De in dit vonnis genoemde bijlage maakt deel uit van dit vonnis.

6.Beslissing

De rechtbank:
verklaart niet bewezen, dat de verdachte het ten laste gelegde feit heeft begaan en spreekt de verdachte daarvan vrij.
Dit vonnis is gewezen door mr. A.J.P. van Essen, voorzitter,
en mrs. L.J.M. Janssen en J.T.P. Pot, rechters, in tegenwoordigheid van mr. N. Jallal, griffier, en uitgesproken op de openbare terechtzitting op 13 mei 2024.

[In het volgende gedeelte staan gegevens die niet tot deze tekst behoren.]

/* What the sensitivity of a ranking comes to, in words: for the screens and the memo alike. */
import { formatCount, formatNumber, listInWords } from './format.ts';
import type { AcceptabilityOf, Dominance, LeaderChangeOf, SecondOpinion } from './sensitivity.ts';
import { errorFigure, shareInWords } from './share-words.ts';

/** The names of what the answers know by id. */
export interface Names {
  site: (siteId: string) => string;
  criterion: (criterionId: string) => string;
}

export function namesOf(
  sites: readonly { siteId: string; name: string }[],
  criteria: readonly { id: string; name: string }[],
): Names {
  const bySite = new Map(sites.map(({ siteId, name }) => [siteId, name]));
  const byCriterion = new Map(criteria.map(({ id, name }) => [id, name]));
  return { site: (id) => bySite.get(id) ?? id, criterion: (id) => byCriterion.get(id) ?? id };
}

const WEIGHT_DECIMALS = 3;
export const weightFigure = (weight: number): string => formatNumber(weight, WEIGHT_DECIMALS);

/** Weights this close are one. */
const SAME = 1e-12;

/** A change at the weight in force: the lead is shared now. */
export const isNow = (change: { weight: number }, now: number): boolean =>
  Math.abs(change.weight - now) <= SAME;

/** "Now 0.240. Below 0.120 Pointe Rovana leads; above 0.312 Essery Bank leads." */
export function leaderChangeInWords(
  { criterionId, weight, below, above }: LeaderChangeOf,
  names: Names,
): string {
  if (!below && !above) return `No weight on ${names.criterion(criterionId)} changes the leader.`;
  const side = (word: string, change: NonNullable<LeaderChangeOf['above']>): string =>
    isNow(change, weight)
      ? `${names.site(change.siteId)}, level now, leads or stays level ${word} this`
      : `${word} ${weightFigure(change.weight)} ${names.site(change.siteId)} leads`;
  const sides = [...(below ? [side('below', below)] : []), ...(above ? [side('above', above)] : [])];
  const text = sides.join('; ');
  return `Now ${weightFigure(weight)}. ${text.charAt(0).toUpperCase()}${text.slice(1)}.`;
}

/** The change that needs the least move of one weight; null where none changes the leader. */
export function nearestChange(
  changes: readonly LeaderChangeOf[],
): { criterionId: string; now: number; at: number; siteId: string } | null {
  const all = changes.flatMap(({ criterionId, weight, below, above }) =>
    [below, above].flatMap((one) =>
      one ? [{ criterionId, now: weight, at: one.weight, siteId: one.siteId }] : [],
    ),
  );
  const moveOf = ({ at, now }: (typeof all)[number]): number => Math.abs(at - now);
  // Two criteria alone change the leader at one and the same place: the first is named.
  return all.reduce<(typeof all)[number] | null>(
    (nearest, one) => (nearest && moveOf(one) >= moveOf(nearest) - SAME ? nearest : one),
    null,
  );
}

/** The least move of one weight that changes the leader, without its full stop. */
export function nearestChangeInWords(changes: readonly LeaderChangeOf[], names: Names): string {
  const nearest = nearestChange(changes);
  if (!nearest) return 'No weight alone changes the leader';
  const { criterionId, now, at, siteId } = nearest;
  const name = names.criterion(criterionId);
  return isNow({ weight: at }, now)
    ? `The lead is shared now with ${names.site(siteId)}`
    : `Nearest change: ${name} from ${weightFigure(now)} to ${weightFigure(at)}, where ${names.site(siteId)} leads`;
}

interface Ranked {
  siteId: string;
  rank: number;
}

/** A fact, without its full stop, and what stands behind it. */
export interface Finding {
  fact: string;
  behind: string;
}

const NAMED = 4;

function movesInWords(moved: readonly { name: string; rank: number; here: number }[]): string {
  const named = moved
    .slice(0, NAMED)
    .map(({ name, rank, here }) => `${name} ${formatNumber(rank)} (here ${formatNumber(here)})`);
  const rest = moved.length - named.length;
  return listInWords(rest > 0 ? [...named, `${formatNumber(rest)} more`] : named);
}

/** Sites whose rank by closeness is another than by additive value, in the order of closeness. */
export function movedBetween(
  ranked: readonly Ranked[],
  opinion: SecondOpinion,
): { siteId: string; rank: number; here: number }[] {
  const here = new Map(ranked.map(({ siteId, rank }) => [siteId, rank]));
  return opinion.flatMap(({ siteId, rank }) => {
    const own = here.get(siteId);
    return own === undefined || own === rank ? [] : [{ siteId, rank, here: own }];
  });
}

/** Where the order by closeness to the ideal differs from that by additive value. */
export function secondOpinionInWords(
  ranked: readonly Ranked[],
  opinion: SecondOpinion,
  names: Names,
): Finding {
  const [first, second] = opinion;
  const moved = movedBetween(ranked, opinion);
  const figures =
    first && second
      ? `Closeness ${formatNumber(first.closeness, 3)} against ${formatNumber(second.closeness, 3)} for ${names.site(second.siteId)}. `
      : '';
  if (moved.length === 0)
    return { fact: 'TOPSIS gives the same order', behind: `${figures}Every site keeps its rank.` };
  const leads = new Set(ranked.filter(({ rank }) => rank === 1).map(({ siteId }) => siteId));
  const agree = ranked.length - moved.length;
  const others =
    agree === 0
      ? 'no site keeps its rank'
      : `${formatCount(agree, 'site keeps its', 'sites keep their')} rank`;
  const words = moved.map(({ siteId, ...ranks }) => ({ name: names.site(siteId), ...ranks }));
  return {
    fact: first
      ? `TOPSIS ${leads.has(first.siteId) ? 'too puts' : 'puts'} ${names.site(first.siteId)} first${leads.has(first.siteId) ? ', and differs further down' : ''}`
      : '',
    behind: `${figures}It ranks ${movesInWords(words)}; ${others}.`,
  };
}

/** How many ranked sites no other outdoes everywhere. */
export function dominanceInWords({ nonDominated, dominated }: Dominance): Finding {
  if (dominated.length === 0)
    return {
      fact: 'No ranked site is dominated',
      behind: `Each of ${formatNumber(nonDominated)} is better than every other on at least one criterion, or level with it on all.`,
    };
  const total = nonDominated + dominated.length;
  return {
    fact: `${formatNumber(dominated.length)} of ${formatCount(total, 'ranked site')} ${dominated.length === 1 ? 'is' : 'are'} dominated`,
    behind: `Another site is at least as good on every criterion and better on one. ${formatNumber(nonDominated)} ${nonDominated === 1 ? 'is' : 'are'} not dominated, whatever the weights.`,
  };
}

/** How weights and figures were drawn: "each weight within ± 50 % of its own, figures as they are". */
export function drawnInWords({
  model,
  band,
  uncertainFigures,
}: Pick<AcceptabilityOf, 'model' | 'band' | 'uncertainFigures'>): string {
  const weights = {
    band: `each weight within ± ${formatNumber((band ?? 0) * 100)} % of its own`,
    simplex: 'any weights at all',
    order: 'any weights that keep the order of those in force',
  }[model];
  return uncertainFigures > 0
    ? `${weights} and every uncertain figure between its low and high`
    : `${weights}, figures as they are`;
}

/** Who is first in how many draws, and whether that is who leads now. */
export function acceptabilityInWords(answer: AcceptabilityOf, names: Names): Finding {
  const { sites, samples } = answer;
  const shareOf = (place: number): number => sites[place]?.shares[0] ?? 0;
  const best = sites.reduce((most, _, place) => (shareOf(place) > shareOf(most) ? place : most), 0);
  const name = (place: number): string => names.site(sites[place]?.siteId ?? '');
  const draws = `${formatNumber(samples)} draws`;
  const share = shareOf(best);
  const error = `standard error ${errorFigure(share, samples)}${share > 0 && share < 1 ? ' percentage points' : ''}`;
  const drawn = `With ${drawnInWords(answer)}; ${error}.`;
  if (best === 0)
    return { fact: `${name(0)} is first in ${shareInWords(share, samples)} of ${draws}`, behind: drawn };
  return {
    fact: `${name(0)} leads now, but ${name(best)} is first more often: in ${shareInWords(share, samples)} of ${draws} against ${shareInWords(shareOf(0), samples)}`,
    behind: drawn,
  };
}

De oudste en jongste rechter zijn buiten staat dit vonnis mede te ondertekenen.
Bijlage I
Tekst tenlastelegging
Aan de verdachte wordt ten laste gelegd dat
hij op of omstreeks 19 januari 2024 te Rotterdam,
om een feit, bedoeld in het vierde of vijfde lid van artikel 10 van de Opiumwet,
voor te bereiden en/of te bevorderen,
te weten
- het opzettelijk binnen en/of buiten het grondgebied van Nederland brengen,
- het opzettelijk telen, bereiden, bewerken, verwerken, verkopen, afleveren,
verstrekken en/of vervoeren, en/of
- het opzettelijk vervaardigen
van cocaïne, in elk geval een middel als bedoeld in de bij de Opiumwet behorende
lijst I, dan wel aangewezen krachtens artikel 3a, vijfde lid van de Opiumwet
- een ander heeft getracht te bewegen om dat feit te plegen, te doen plegen, mede te
plegen en/of uit te lokken, om daarbij behulpzaam te zijn en/of om daartoe
gelegenheid, middelen en/of inlichtingen te verschaffen,
- zich en/of een ander gelegenheid, middelen en/of inlichtingen tot het plegen van
dat feit heeft getracht te verschaffen,
- voorwerpen, vervoermiddelen, stoffen, gelden en/of andere betaalmiddelen
voorhanden heeft gehad, waarvan hij, verdachte, wist of ernstige reden had
om te vermoeden dat zij bestemd waren tot het plegen van dat feit,
door een hoeveelheid van 7942 gram procaïne (als versnijdingsmiddel van cocaïne),
althans een grote hoeveelheid, te verkrijgen, te vervoeren en/of voorhanden te
hebben;
subsidiair althans, indien het vorenstaande niet tot een veroordeling mocht of zou
kunnen leiden:
hij op of omstreeks 19 januari 2024 te Rotterdam,
al dan niet opzettelijk,
zonder registratie een hoeveelheid van ongeveer 7942 gram, in elk geval een
hoeveelheid van een materiaal bevattende procaïne, in elk geval een werkzame stof,
in voorraad heeft gehad;
meer subsidiair althans, indien het vorenstaande niet tot een veroordeling mocht of
zou kunnen leiden:
hij op of omstreeks 19 januari 2024 te Rotterdam,
opzettelijk in voorraad heeft gehad ongeveer 7942 gram, in elk geval een
hoeveelheid van een materiaal bevattende procaïne, zijnde een geneesmiddel,
waarvoor geen handelsvergunning geldt.